## Supplied records
- Opening Delimiter -

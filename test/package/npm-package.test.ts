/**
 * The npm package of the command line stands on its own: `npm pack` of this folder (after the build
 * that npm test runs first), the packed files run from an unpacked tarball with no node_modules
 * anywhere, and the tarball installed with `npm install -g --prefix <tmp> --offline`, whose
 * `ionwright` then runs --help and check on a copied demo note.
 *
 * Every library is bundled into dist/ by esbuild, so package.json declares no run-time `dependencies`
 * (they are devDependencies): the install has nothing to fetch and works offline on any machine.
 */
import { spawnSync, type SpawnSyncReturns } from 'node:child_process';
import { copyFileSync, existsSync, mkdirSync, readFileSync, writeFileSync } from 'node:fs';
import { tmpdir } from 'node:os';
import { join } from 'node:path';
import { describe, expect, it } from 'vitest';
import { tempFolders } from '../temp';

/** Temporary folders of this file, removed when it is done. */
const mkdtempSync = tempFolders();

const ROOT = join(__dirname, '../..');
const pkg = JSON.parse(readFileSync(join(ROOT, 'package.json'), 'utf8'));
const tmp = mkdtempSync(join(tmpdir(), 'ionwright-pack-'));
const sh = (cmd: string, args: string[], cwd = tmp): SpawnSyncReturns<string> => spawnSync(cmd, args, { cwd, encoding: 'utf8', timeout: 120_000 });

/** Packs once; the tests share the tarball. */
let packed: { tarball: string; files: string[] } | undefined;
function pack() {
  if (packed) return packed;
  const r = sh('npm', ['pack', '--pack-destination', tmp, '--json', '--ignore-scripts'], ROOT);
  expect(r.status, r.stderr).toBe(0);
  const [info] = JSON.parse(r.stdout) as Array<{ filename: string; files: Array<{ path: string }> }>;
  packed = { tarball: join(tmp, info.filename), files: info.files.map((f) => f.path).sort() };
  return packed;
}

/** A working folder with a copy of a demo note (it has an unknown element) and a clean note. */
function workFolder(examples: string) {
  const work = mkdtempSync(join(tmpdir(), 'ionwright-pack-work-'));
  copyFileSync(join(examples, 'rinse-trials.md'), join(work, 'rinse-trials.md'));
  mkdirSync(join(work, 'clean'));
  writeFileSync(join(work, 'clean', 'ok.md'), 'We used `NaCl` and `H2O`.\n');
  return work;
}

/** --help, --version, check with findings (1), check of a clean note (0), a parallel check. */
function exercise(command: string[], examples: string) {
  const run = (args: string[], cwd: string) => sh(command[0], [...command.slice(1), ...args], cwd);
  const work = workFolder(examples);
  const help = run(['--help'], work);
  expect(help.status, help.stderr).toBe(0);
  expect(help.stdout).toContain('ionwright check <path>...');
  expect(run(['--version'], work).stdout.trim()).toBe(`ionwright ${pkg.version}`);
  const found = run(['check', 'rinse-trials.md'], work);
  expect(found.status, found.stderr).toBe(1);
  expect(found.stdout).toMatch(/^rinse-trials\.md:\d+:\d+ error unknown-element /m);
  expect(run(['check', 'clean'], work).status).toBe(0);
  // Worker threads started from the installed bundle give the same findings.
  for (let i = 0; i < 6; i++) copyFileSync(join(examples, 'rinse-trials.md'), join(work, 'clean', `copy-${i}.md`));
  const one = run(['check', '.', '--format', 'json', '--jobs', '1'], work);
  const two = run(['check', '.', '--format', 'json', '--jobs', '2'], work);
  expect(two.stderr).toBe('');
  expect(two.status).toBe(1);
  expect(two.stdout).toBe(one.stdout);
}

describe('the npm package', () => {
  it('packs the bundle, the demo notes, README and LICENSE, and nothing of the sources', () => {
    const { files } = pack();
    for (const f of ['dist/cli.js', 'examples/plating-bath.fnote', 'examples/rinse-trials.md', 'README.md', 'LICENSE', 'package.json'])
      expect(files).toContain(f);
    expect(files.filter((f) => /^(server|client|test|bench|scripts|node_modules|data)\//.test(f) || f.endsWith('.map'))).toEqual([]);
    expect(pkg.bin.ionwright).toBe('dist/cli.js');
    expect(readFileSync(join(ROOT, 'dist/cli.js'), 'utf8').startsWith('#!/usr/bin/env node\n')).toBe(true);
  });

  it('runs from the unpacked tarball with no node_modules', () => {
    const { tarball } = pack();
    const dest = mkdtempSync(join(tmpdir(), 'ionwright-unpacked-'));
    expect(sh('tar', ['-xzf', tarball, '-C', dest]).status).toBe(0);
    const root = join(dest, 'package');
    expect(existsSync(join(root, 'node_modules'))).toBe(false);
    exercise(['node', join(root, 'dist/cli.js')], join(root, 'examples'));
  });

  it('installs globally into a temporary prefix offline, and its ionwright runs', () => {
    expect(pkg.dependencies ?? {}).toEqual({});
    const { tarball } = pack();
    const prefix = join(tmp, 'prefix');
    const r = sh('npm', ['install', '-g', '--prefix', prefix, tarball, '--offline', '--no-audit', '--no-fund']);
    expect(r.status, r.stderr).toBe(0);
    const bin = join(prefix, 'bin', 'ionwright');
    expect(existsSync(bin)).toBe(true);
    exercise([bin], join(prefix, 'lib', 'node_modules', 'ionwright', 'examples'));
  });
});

- Closing Delimiter -
- Opening Delimiter -

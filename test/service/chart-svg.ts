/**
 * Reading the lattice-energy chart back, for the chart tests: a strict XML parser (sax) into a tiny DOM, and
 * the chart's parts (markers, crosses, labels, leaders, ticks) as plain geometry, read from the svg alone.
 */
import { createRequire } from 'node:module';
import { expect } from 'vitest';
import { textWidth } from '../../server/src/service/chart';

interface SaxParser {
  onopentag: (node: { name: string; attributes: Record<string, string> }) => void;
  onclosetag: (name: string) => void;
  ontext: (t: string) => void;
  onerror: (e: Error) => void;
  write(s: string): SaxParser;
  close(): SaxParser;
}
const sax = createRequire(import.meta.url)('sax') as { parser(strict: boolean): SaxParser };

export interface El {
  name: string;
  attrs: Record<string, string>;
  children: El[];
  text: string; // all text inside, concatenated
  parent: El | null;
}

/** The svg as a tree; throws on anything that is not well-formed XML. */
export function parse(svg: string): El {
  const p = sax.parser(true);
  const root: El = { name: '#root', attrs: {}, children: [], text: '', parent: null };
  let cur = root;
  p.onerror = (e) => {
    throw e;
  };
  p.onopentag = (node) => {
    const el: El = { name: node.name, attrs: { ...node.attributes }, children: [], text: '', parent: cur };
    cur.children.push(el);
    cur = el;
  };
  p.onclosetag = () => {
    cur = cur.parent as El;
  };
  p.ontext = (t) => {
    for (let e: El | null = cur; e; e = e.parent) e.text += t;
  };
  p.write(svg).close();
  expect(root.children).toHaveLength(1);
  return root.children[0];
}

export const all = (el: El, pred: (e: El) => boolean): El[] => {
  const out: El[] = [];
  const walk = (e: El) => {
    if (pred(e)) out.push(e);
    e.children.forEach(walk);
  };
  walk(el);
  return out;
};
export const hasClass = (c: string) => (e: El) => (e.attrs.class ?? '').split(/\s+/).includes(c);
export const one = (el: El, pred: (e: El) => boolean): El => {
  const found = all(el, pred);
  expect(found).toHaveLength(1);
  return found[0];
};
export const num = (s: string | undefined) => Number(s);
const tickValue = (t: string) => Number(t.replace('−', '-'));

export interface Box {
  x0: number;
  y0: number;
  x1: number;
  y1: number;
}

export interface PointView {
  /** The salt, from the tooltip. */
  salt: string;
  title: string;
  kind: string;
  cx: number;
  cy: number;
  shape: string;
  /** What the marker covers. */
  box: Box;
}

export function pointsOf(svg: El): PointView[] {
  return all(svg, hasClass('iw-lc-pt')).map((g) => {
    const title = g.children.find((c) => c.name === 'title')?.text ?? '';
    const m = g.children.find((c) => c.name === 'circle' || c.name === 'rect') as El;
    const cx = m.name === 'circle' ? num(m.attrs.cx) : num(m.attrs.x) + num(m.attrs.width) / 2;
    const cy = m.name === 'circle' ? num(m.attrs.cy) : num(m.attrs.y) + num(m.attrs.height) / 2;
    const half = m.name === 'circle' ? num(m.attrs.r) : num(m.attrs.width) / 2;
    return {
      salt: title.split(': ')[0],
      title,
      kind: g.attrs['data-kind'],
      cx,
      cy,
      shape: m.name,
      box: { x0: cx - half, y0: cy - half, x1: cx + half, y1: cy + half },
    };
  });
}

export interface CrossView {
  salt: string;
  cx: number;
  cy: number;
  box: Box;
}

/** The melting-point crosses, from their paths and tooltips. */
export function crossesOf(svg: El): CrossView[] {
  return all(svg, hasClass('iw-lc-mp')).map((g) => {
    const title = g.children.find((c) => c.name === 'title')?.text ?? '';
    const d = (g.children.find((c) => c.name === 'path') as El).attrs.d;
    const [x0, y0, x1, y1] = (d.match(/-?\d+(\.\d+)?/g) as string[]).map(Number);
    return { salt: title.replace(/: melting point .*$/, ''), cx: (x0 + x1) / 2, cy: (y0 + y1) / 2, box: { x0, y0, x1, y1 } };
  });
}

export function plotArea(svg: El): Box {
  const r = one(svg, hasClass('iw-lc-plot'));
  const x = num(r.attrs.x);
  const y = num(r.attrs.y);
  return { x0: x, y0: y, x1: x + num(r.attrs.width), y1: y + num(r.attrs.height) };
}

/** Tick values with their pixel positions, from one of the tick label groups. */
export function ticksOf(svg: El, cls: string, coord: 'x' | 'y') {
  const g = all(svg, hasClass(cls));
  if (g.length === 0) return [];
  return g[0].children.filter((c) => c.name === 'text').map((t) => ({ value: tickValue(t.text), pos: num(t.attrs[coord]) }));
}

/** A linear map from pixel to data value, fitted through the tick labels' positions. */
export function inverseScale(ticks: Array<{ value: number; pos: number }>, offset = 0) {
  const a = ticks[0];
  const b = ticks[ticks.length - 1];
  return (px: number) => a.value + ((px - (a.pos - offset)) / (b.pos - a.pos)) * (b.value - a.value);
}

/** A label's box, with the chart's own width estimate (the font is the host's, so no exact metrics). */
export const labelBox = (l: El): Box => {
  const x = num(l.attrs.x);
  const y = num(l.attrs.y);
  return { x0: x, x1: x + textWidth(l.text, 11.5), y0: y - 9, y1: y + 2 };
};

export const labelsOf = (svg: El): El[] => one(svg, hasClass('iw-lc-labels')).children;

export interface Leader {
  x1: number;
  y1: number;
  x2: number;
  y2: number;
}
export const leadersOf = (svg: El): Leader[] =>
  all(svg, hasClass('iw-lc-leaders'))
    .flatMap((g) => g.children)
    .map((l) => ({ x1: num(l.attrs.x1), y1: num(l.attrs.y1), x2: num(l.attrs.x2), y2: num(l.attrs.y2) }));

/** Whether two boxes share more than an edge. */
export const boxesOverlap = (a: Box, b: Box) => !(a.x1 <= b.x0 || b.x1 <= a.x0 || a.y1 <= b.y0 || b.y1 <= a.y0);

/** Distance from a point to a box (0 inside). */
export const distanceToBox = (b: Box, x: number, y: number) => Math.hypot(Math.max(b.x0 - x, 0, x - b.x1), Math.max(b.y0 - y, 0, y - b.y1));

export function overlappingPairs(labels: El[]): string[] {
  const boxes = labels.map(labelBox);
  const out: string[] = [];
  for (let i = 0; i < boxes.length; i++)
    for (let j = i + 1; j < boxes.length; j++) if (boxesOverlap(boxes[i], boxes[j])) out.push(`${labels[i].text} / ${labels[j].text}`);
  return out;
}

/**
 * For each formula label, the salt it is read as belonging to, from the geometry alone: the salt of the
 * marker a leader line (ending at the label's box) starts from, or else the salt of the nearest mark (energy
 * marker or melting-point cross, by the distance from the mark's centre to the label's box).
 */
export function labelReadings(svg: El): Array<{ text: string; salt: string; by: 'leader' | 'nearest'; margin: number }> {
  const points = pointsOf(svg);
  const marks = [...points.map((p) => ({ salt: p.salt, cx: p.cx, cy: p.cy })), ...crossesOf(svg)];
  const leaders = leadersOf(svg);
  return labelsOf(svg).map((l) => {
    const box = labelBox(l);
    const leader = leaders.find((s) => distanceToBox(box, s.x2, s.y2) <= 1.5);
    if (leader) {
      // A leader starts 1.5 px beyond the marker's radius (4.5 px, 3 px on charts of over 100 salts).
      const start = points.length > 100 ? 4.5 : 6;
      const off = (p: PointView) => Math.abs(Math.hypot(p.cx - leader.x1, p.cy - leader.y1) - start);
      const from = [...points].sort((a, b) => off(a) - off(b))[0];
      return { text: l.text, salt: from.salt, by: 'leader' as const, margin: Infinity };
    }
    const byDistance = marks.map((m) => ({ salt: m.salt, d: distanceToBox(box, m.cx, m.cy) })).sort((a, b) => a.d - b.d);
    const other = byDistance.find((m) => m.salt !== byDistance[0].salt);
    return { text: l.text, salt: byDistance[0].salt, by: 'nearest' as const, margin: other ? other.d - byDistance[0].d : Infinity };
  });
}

- Closing Delimiter -

## Task item
Of the lines in the listing, some hold the word "runs". Report how many, and only that.

## Solution to the exercise
4